Copy each line of the material beneath that holds the word "rings".
[[ Data open ]]
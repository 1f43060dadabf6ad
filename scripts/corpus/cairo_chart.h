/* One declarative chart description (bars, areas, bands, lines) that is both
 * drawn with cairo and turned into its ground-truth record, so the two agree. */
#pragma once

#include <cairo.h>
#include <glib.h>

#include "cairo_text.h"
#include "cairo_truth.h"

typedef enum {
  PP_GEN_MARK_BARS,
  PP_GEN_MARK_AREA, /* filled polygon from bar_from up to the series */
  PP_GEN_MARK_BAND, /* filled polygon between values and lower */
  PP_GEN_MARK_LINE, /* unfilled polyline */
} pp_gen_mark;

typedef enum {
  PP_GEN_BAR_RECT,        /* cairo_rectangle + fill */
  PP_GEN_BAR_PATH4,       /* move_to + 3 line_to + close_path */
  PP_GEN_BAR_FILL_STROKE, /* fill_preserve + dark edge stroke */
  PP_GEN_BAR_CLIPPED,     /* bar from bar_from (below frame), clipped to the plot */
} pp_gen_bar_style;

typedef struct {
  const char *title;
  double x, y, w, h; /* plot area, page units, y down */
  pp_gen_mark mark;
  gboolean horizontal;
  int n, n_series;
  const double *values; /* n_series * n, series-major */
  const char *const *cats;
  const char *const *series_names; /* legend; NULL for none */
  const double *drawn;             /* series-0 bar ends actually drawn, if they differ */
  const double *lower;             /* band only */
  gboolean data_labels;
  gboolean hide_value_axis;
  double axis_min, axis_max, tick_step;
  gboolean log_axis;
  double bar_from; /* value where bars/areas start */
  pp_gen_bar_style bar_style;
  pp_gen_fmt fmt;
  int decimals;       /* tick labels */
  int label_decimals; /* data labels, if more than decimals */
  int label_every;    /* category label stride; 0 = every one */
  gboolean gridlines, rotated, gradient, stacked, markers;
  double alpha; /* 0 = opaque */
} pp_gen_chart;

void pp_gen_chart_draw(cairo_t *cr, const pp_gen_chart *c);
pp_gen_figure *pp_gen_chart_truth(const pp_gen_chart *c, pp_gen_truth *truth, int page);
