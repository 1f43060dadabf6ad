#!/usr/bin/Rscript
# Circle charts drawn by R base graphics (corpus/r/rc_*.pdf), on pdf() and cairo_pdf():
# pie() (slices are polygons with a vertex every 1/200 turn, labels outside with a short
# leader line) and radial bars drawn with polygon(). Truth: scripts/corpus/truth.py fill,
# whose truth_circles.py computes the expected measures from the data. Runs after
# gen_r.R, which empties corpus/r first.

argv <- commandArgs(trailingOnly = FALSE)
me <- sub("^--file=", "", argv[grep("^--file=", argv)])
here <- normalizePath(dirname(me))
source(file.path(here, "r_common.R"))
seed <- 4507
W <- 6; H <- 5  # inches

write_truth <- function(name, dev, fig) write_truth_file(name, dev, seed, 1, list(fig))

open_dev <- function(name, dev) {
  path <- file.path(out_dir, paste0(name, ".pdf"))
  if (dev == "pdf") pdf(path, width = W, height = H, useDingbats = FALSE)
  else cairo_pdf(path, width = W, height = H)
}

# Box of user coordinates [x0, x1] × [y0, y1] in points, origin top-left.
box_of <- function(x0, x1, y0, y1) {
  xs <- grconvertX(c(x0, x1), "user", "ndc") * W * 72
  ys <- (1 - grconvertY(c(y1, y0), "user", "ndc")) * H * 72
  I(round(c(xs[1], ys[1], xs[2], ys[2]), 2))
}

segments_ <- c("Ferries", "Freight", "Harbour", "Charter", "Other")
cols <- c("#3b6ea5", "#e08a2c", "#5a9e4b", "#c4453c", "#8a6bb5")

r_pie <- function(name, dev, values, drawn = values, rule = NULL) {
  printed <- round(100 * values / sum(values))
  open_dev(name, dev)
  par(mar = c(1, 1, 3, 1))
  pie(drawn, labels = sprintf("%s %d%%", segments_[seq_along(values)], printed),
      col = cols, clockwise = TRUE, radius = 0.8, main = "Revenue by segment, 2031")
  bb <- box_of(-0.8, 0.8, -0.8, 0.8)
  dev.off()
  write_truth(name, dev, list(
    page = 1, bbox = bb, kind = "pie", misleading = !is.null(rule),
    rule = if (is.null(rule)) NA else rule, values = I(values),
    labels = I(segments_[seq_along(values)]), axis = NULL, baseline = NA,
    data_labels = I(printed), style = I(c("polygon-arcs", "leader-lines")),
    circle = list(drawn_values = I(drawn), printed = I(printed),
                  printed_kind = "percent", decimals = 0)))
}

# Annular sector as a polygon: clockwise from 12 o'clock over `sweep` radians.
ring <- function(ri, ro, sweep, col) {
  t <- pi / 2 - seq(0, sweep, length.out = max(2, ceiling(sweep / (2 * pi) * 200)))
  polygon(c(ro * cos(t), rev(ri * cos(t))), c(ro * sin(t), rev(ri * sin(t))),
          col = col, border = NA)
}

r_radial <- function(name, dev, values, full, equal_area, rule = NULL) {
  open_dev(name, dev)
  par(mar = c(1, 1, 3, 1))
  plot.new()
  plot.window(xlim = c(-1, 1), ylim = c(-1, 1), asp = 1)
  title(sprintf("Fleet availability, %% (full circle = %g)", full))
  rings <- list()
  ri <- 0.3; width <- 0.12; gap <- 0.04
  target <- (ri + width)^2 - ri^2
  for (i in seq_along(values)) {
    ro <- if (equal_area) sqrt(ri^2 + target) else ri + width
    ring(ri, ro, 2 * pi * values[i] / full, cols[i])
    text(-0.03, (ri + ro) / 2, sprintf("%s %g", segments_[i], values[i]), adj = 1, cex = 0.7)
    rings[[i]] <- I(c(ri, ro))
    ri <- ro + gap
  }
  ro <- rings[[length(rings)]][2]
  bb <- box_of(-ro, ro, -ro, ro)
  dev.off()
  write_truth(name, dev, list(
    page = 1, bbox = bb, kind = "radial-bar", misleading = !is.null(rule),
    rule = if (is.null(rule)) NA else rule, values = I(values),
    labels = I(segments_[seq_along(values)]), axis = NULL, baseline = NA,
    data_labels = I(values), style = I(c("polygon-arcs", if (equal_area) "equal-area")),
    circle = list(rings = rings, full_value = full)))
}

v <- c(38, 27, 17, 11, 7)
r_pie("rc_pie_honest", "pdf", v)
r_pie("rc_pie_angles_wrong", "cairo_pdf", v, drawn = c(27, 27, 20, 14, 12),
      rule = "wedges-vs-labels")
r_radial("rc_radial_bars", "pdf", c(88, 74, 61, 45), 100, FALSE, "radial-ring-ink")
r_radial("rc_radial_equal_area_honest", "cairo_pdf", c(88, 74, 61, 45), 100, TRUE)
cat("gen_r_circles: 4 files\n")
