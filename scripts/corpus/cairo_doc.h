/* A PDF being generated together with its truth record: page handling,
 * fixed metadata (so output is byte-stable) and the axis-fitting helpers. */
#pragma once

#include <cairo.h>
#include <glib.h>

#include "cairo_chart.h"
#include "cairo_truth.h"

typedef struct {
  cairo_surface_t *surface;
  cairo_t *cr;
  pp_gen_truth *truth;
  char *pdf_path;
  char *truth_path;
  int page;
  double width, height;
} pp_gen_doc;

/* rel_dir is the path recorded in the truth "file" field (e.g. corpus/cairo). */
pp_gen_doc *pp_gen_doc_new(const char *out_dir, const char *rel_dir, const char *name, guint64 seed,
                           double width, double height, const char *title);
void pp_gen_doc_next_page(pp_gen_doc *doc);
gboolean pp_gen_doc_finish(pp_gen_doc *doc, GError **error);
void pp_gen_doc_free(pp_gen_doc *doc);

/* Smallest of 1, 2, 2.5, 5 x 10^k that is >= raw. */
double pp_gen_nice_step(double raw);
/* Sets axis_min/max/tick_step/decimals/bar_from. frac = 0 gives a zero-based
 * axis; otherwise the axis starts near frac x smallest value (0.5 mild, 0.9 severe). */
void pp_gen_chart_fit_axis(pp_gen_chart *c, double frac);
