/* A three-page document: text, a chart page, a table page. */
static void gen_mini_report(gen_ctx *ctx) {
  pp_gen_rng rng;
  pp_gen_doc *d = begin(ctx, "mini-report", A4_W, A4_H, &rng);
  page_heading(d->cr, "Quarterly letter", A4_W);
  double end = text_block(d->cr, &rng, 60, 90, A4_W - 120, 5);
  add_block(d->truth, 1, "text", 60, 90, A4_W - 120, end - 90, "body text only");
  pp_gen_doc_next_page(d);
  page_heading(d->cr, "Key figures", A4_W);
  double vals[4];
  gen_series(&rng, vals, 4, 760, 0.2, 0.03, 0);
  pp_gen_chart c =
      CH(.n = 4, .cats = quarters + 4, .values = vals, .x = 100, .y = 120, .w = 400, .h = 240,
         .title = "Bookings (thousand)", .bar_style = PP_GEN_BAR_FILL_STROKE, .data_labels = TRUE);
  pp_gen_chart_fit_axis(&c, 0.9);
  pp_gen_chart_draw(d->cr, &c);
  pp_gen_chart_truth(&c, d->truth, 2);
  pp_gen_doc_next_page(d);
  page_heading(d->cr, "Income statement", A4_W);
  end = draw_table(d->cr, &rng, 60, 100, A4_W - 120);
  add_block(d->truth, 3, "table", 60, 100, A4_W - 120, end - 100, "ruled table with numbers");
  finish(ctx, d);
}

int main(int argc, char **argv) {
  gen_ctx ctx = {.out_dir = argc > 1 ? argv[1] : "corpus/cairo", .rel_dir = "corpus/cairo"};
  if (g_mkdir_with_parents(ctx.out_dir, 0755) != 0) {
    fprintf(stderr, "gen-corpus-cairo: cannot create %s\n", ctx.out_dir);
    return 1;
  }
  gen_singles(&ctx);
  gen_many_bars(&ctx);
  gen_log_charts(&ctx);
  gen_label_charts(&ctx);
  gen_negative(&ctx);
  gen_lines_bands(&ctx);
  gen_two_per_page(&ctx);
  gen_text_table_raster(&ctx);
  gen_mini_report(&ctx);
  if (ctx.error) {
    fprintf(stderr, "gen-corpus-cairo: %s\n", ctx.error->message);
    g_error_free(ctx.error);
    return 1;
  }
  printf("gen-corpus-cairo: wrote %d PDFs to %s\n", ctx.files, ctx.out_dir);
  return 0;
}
[[ Data closed ]]
§ **Output of the exercise**
  rings <- list()
    rings[[i]] <- I(c(ri, ro))
  ro <- rings[[length(rings)]][2]
    circle = list(rings = rings, full_value = full)))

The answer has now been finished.